Some tests, mostly fs::remove() and fs::is_regular_file() with fs::exists(). Both, i believe, are useless.

In utilities/cast.hpp there are conversion templates from fs::path.

Let's keep things in alps::filesystem.

Do we have to check for errors and how? Sometimes yes, sometimes no. Probably, in the end we have to use our own wrappers, with additional argument specifying whether we are interested in error reporting.

Custom scheduler (issue #222)

The Schedule_Checker concept should have the following:

  • Constructor (with T_min and T_max parameters?)
  • bool pending() : returns true if a completion checking is due.
  • void update(double fraction) : informs the schedule checker about the actual fraction completed.

What about stop_callback()? It is of type boost::function<bool ()> (that is, compatible with bool stop_callback()). It is called during the run cycle and if returns true the simulation must be stopped "early" (based, e.g., on elapsed time and/or raised signals). By the way, the default implementation of stop_callback() is collective.

In the simplest case, bool stop_callback() may return false.

The Schedule_Checker concept is a template parameter for the alps::mcmpiadapter class.

Bug fixing.

Issue 198: occasional crashes on collecting results.

See the issue #198 on GitHub: sometimes two processes generate different amount of data and th eMPI merge (collecting the results, reducing over MPI) fails. The problem boils down to the fact that alps::hdf5::is_vectorizable() returns false for non-rectangular arrays. The most straightforward solution is to "rectangularize" the arrays before reducing. However, there may be a few more catches.

Does reduce() exhibit the expected behavior? Let's define that the matrix is a vector of rows, each row is a vector of columns (so that the addressing is natural, mtx[row][col]). Our particular matrix is a collection of bins; that is, the number of rows is the number of bins, and each row contains a vector value that forms the columns.

  • Reducing 2 matrices of the same size: works as expected.
  • Reducing 2 matrices with the same number of rows, different number of non-empty columns: failed at MPI level ("message truncated"). It is an unlikely situation in our case, because all vector data is supposed to have the same vector size.
  • Reducing 2 matrices with the same number of columns, different number of non-empty rows (that is, 2 data sets with different number of bins): failed at MPI level ("message truncated").
  • Reducing a matrix having rows of a different size: failed because the matrix is not rectangular.

What is the reason for the original failure? Different number of bins in different chains. The number of bins is made the same before reduction (by finding the max number of bins across all chains, then applying resize() to the vector of bins). However, the vector length of each bin is NOT made the same: resize() creates 0-size rows. (See binning_analysis.hpp:355).

Issue 210: Binary op between Results of different kind

Attempt to do this:::

using namespace alps::accumulators; accumulator_set aset; // Different accumulators! aset << NoBinningAccumulator<double>("left")

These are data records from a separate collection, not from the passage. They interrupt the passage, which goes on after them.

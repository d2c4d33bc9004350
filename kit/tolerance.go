package kit

import (
	"crypto/sha256"
	"encoding/csv"
	"encoding/json"
	"fmt"
	"io"
	"strconv"

	"coilwright/cam/plot"
	"coilwright/parts/report"
	"coilwright/parts/spec"
	"coilwright/parts/tolerance"
)

// analyseTolerance runs the batch tolerance analysis when the spec asks
// for it, gives the design the derived inspection tolerances and keeps the
// report for the outputs. It runs in New, before anything reads the
// turns' tolerances.
func (k *Kit) analyseTolerance() error {
	d := k.Design
	if !d.Spec.Tolerance.On() {
		return nil
	}
	// The kit's name, the batch size, the transmitter and the stock rods
	// do not change the antenna: builds that differ only there share one
	// analysis.
	s := *d.Spec
	s.Kit, s.Quantity, s.RF, s.Stock = "", 0, spec.RFSpec{}, spec.StockSpec{}
	key, err := json.Marshal(struct {
		Spec        any
		Calibration any
	}{s, d.Wire.Calibration})
	if err != nil {
		return err
	}
	sum := sha256.Sum256(key)
	rep, ok := toleranceMemo.get(sum)
	if !ok {
		// The loop model is corrected to the field solution the pipeline
		// already has (nil when the spec turns the solver off).
		full := d.Field
		ev, err := tolerance.NewSolverEvaluator(d, full)
		if err != nil {
			return err
		}
		if rep, err = tolerance.Run(d, ev, tolerance.Options{}); err != nil {
			return err
		}
		toleranceMemo.put(sum, rep)
	}
	if rep.Inspection.Reached {
		if err := d.UseInspectionTolerances(rep.Inspection.ToleranceMM, rep.Inspection.Note); err != nil {
			return err
		}
	}
	k.tolerance = rep
	return nil
}

// toleranceMemo keeps the last few tolerance analyses of this process by
// the SHA-256 of the spec's fields that shape the antenna and the wire's
// calibration (the analysis is a pure function of them, seed included), so a process that builds the
// same design again (check then build, tests) does not run it again.
// The reports are shared and never modified.
var toleranceMemo = newMemo[*report.ToleranceReport](8)

// Tolerance returns the batch tolerance analysis, or nil when it did not
// run. The same value is in Report.Tolerance.
func (k *Kit) Tolerance() *report.ToleranceReport { return k.tolerance }

// writeTolerance writes tolerance.csv (every simulated kit) and the
// histograms of the matched-band centre and the worst VSWR in the band.
func (k *Kit) writeTolerance(s Sink) error {
	rep := k.tolerance
	if rep == nil {
		return nil
	}
	if err := s.Add("tolerance.csv", func(w io.Writer) error { return writeToleranceCSV(w, rep) }); err != nil {
		return err
	}
	for _, h := range toleranceHistograms(rep) {
		if err := s.Add(h.file, func(w io.Writer) error { return plot.WriteHistogram(w, h.hist, plot.ChartOptions{}) }); err != nil {
			return err
		}
	}
	return nil
}

// histogramBins guides the histograms' bar count: a batch of a hundred
// or more shows its shape at about fifteen bars. Common practice (no
// published source).
const histogramBins = 15

// toleranceChart is one histogram and its file name.
type toleranceChart struct {
	file string
	hist plot.Histogram
}

// toleranceHistograms returns the charts of the tolerance analysis.
func toleranceHistograms(rep *report.ToleranceReport) []toleranceChart {
	var out []toleranceChart
	note := fmt.Sprintf("%d simulated kits, %.0f %% meet VSWR ≤ %g across %g–%g MHz", rep.Samples, 100*rep.Share, rep.VSWRTarget, rep.BandLowMHz, rep.BandHighMHz)
	for _, f := range rep.Figures {
		if len(f.Values) == 0 {
			continue
		}
		var file string
		var markers []plot.Marker
		switch f.Name {
		case "matched-band centre":
			if !rep.Nominal.MatchInside {
				continue // on the sweep's edge: only a bound
			}
			file = "tolerance-centre.svg"
			markers = []plot.Marker{{Value: rep.BandLowMHz, Label: "band low"}, {Value: rep.BandHighMHz, Label: "band high"}, {Value: f.Nominal, Label: "nominal"}}
		case "worst VSWR in band":
			file = "tolerance-vswr.svg"
			markers = []plot.Marker{{Value: rep.VSWRTarget, Label: fmt.Sprintf("target %g", rep.VSWRTarget)}, {Value: f.Nominal, Label: "nominal"}}
		case "gain on axis":
			file = "tolerance-gain.svg"
			markers = []plot.Marker{{Value: f.P5, Label: "5 %"}, {Value: f.Nominal, Label: "nominal"}}
		default:
			continue
		}
		out = append(out, toleranceChart{file: file, hist: plot.Histogram{
			Title: "Batch spread: " + f.Name, Note: note, Label: f.Name, Unit: f.Unit, Values: f.Values, Markers: markers, Bins: histogramBins}})
	}
	return out
}

// writeToleranceCSV writes one row per simulated kit: its sampled inputs
// (deviations in mm, the yield as a factor), released turn diameters and
// figures. Units are in the header.
func writeToleranceCSV(w io.Writer, rep *report.ToleranceReport) error {
	cw := csv.NewWriter(w)
	head := []string{"kit", "buildable", "meets_target"}
	for _, in := range rep.Inputs {
		if in.Unit == "%" {
			head = append(head, in.Name+" (factor)")
		} else {
			head = append(head, in.Name+" deviation ("+in.Unit+")")
		}
	}
	turns := 0
	if len(rep.Kits) > 0 {
		for _, k := range rep.Kits {
			turns = max(turns, len(k.DiametersMM))
		}
	}
	for i := range turns {
		head = append(head, fmt.Sprintf("turn %d released diameter (mm)", i+1))
	}
	head = append(head, "centre (MHz)", "lowest VSWR", "band-edge VSWR", "worst VSWR", "gain (dBic)", "axial ratio (dB)")
	if err := cw.Write(head); err != nil {
		return err
	}
	g := func(v float64, prec int) string { return strconv.FormatFloat(v, 'f', prec, 64) }
	for _, k := range rep.Kits {
		row := []string{strconv.Itoa(k.Index), strconv.FormatBool(k.Buildable), strconv.FormatBool(k.Meets)}
		for _, v := range k.Inputs {
			row = append(row, g(v, 5))
		}
		for i := range turns {
			if i < len(k.DiametersMM) {
				row = append(row, g(k.DiametersMM[i], 4))
			} else {
				row = append(row, "")
			}
		}
		if k.Solved() {
			f := k.Figures
			row = append(row, g(f.CentreMHz, 1), g(f.MinVSWR, 3), g(f.EdgeVSWR, 3), g(f.WorstVSWR, 3), g(f.GainDBic, 2), g(f.AxialRatioDB, 2))
		} else {
			row = append(row, "", "", "", "", "", "")
		}
		if err := cw.Write(row); err != nil {
			return err
		}
	}
	cw.Flush()
	return cw.Error()
}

<< MeanAccumulator<double>("right");

aset["left"] << 1.; aset["left"] << 1.;

aset["right"] << 1.; aset["right"] << 1.;

result_set rset(aset); const result_wrapper& left=rset["left"]; const result_wrapper& right=rset["right"];

result_wrapper r=left+right; // Exception here!! double xmean=r.mean<double>();

results in bad_cast exception. The location of the exception is base_wrapper<T>::extract<A>(), and is likely related to the fact that SomeWrapper<Base> and SomeWrapper<Derived> are not related even if Base and Derived are.

Can we work around this? For example, can we extract the corresponding "raw" Result from the result_wrapper, and then cast it to the most-derived common superclass? Possible: A& result_wrapper::extract<A>() is for that, see above. Then, how to wrap the raw Result back to the result_wrapper? Possible: result_wrapper can be constructed from the raw result. This scheme seems to work!

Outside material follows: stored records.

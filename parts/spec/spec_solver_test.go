package spec

import (
	"strings"
	"testing"
)

func TestSolverDefaults(t *testing.T) {
	s := mustParse(t, []byte(base))
	x := s.Solver
	// Defaults as documented in templates/reference.toml.
	if !x.On() || x.ReflectorModel != "plate" || x.Points != 21 || x.SegmentsPerWavelength != 20 || x.SweepLowMHz != nil || x.SweepHighMHz != nil {
		t.Errorf("solver defaults: %+v", x)
	}
	off := mustParse(t, []byte(base+"\n[solver]\nenabled = false\nreflector_model = \"ideal\"\n"))
	if off.Solver.On() || off.Solver.ReflectorModel != "ideal" {
		t.Errorf("enabled = false or ideal not taken: %+v", off.Solver)
	}
}

func TestBadSolverSpecs(t *testing.T) {
	for _, tc := range []struct {
		name, table, key, words string
	}{
		{"unknown model", `reflector_model = "cup"`, "solver.reflector_model", `"plate", "ideal"`},
		{"one point", "points = 1", "solver.points", "between 2 and 201"},
		{"too few segments", "segments_per_wavelength = 3.0", "solver.segments_per_wavelength", "between 8 and 60"},
		{"sweep far off", "sweep_low_mhz = 1000.0", "solver.sweep_low_mhz", "within ±50 %"},
		{"sweep swapped", "sweep_low_mhz = 6000.0\nsweep_high_mhz = 5600.0", "solver.sweep_high_mhz", "above solver.sweep_low_mhz"},
		{"enabled not a bool", `enabled = "yes"`, "solver.enabled", "wrong type"},
	} {
		t.Run(tc.name, func(t *testing.T) {
			_, err := ParseSpec([]byte(base + "\n[solver]\n" + tc.table + "\n"))
			if err == nil {
				t.Fatal("accepted")
			}
			if !strings.Contains(err.Error(), tc.key) || !strings.Contains(err.Error(), tc.words) || !strings.Contains(err.Error(), "fix:") {
				t.Errorf("error %q lacks %q, %q or a fix", err, tc.key, tc.words)
			}
		})
	}
}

So, how can we do it? We need to cast the result to a different named accumulator, like cast<FROM,TO>(). Something like this::

aset << MeanAccumulator<double>("left")
     << NoBinningAccumulator<double>("right");
// ...
result_set rset(aset);
const result_wrapper& right=
  rset["right"].cast<NoBinningAccumulator<double>,MeanAccumulator<double>>();
const result_wrapper& right=
  rset["right"].cast<NoBinningAccumulator<double>,MeanAccumulator<double>>()

It is inconvenient in that we have to remember what accumulator type is being held in the wrapper, but may be an acceptable workaround.